Wednesday, November 30, 2005

Removing "Tide" From Yule

Seen over at Murph's site, this story about an all-too-reality-based NOLA vignette for the holidays apparently upset enough folks to require removal of some features:

For Frank Evans, designer of Lakeside Shopping Center's holiday display, getting into the spirit of the season this year meant building a Christmas village that riffed on the post-Katrina landscape.

He created a winter wonderland replete not only with churchgoers and trains, but also abandoned refrigerators, houses covered in blue tarpaulins and a storm victim suspended from a helicopter...

The mood was somber around the wintry display Tuesday afternoon. Juanita Landau, who ran the model trains around the dismantled village, said the whole situation was a spoiler for those who had tried to keep up the spirits of shoppers.

"A lot of us are really disappointed," she said, as she offered train rides to children for $1. "It made people light-hearted to see it."

Even Santa Claus, in between sittings with wishful children, complained that some people had no respect for Christmas or free speech.

"I think this is terrible," said Santa, a Metairie resident usually known as John Vollenweider. "It was not done to hurt anyone. It was not done maliciously. This was a sign of the times."

Metairie resident Juni Bowes, who had taken her mother, Sylvia, to see the waggish display, said the designer had tried hard to keep it lifelike, right down to the beams that anchored the tarps to the roofs.

"He took all of that trouble to make it accurate," Bowes said. "We're sad to see it taken down. It was very imaginative."

Evans said he can understand the trauma that some residents experienced during the hurricane. His daughter lost her home near City Park in New Orleans.

After he had broken down the display, removing the tarped houses, mummified fridges and dangling evacuee, he said he was too worn out to redo the village in a more traditional style.

Among the other casualties of the remodeling was a sign affixed to the village pump station in homage to Jefferson Parish President Aaron Broussard, who has incurred the wrath of residents for his decision to evacuate drainage pump operators before Katrina struck Aug. 29. The sign saying "Broussard Pumping Station No. 1" was gone, although the one touting "Works only in good weather" remained.

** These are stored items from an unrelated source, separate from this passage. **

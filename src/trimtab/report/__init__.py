"""Reports on attributions and rebalances: terminal tables, CSV/Parquet/JSON files, one HTML page.

The writers only lay out figures computed in :mod:`trimtab.attribution` and by the rebalance; they read
results duck-typed, so any object with the agreed ``RebalanceResult`` fields works. Every file is
written under a temporary name and renamed. The caution text is :data:`CAUTION`.
"""

from trimtab.report._content import CAUTION, REALISED_CAUTION, ReportContent, RiskBudget, gather
from trimtab.report._files import (
    SCHEMA_VERSION,
    TABLE_FORMATS,
    comparison_table,
    report_document,
    report_tables,
    write_json,
    write_tables,
)
from trimtab.report._schema import COMPARISON_SCHEMA, JSON_SCHEMA
from trimtab.report._html import render_html, write_html
from trimtab.report._relaxation import Unsolved, conflict_sentence, display_relaxation, format_in_unit, relaxation_sentence
from trimtab.report._terminal import (
    print_attribution,
    print_comparison,
    print_rebalance,
    print_relaxation,
    print_warnings,
)

__all__ = [
    "CAUTION",
    "REALISED_CAUTION",
    "COMPARISON_SCHEMA",
    "JSON_SCHEMA",
    "SCHEMA_VERSION",
    "TABLE_FORMATS",
    "Unsolved",
    "ReportContent",
    "RiskBudget",
    "comparison_table",
    "conflict_sentence",
    "display_relaxation",
    "format_in_unit",
    "gather",
    "print_attribution",
    "print_comparison",
    "print_rebalance",
    "print_relaxation",
    "print_warnings",
    "relaxation_sentence",
    "render_html",
    "report_document",
    "report_tables",
    "write_html",
    "write_json",
    "write_tables",
]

Spokeswoman Jacqueline Bauer said the Broussard administration had no role in the sign's removal.


Pictures here...

I guess Murph's right (he expresses mixed feelings and thinks Mardi Gras might be a better outlet), although I would've like to have seen it. And, like he says, I also can't wait to see what sort of heckuva job Brownie--well, Brownie effigies--will be doing during the last week of February 2006. Something tells me there will be many floats "not suitable for children."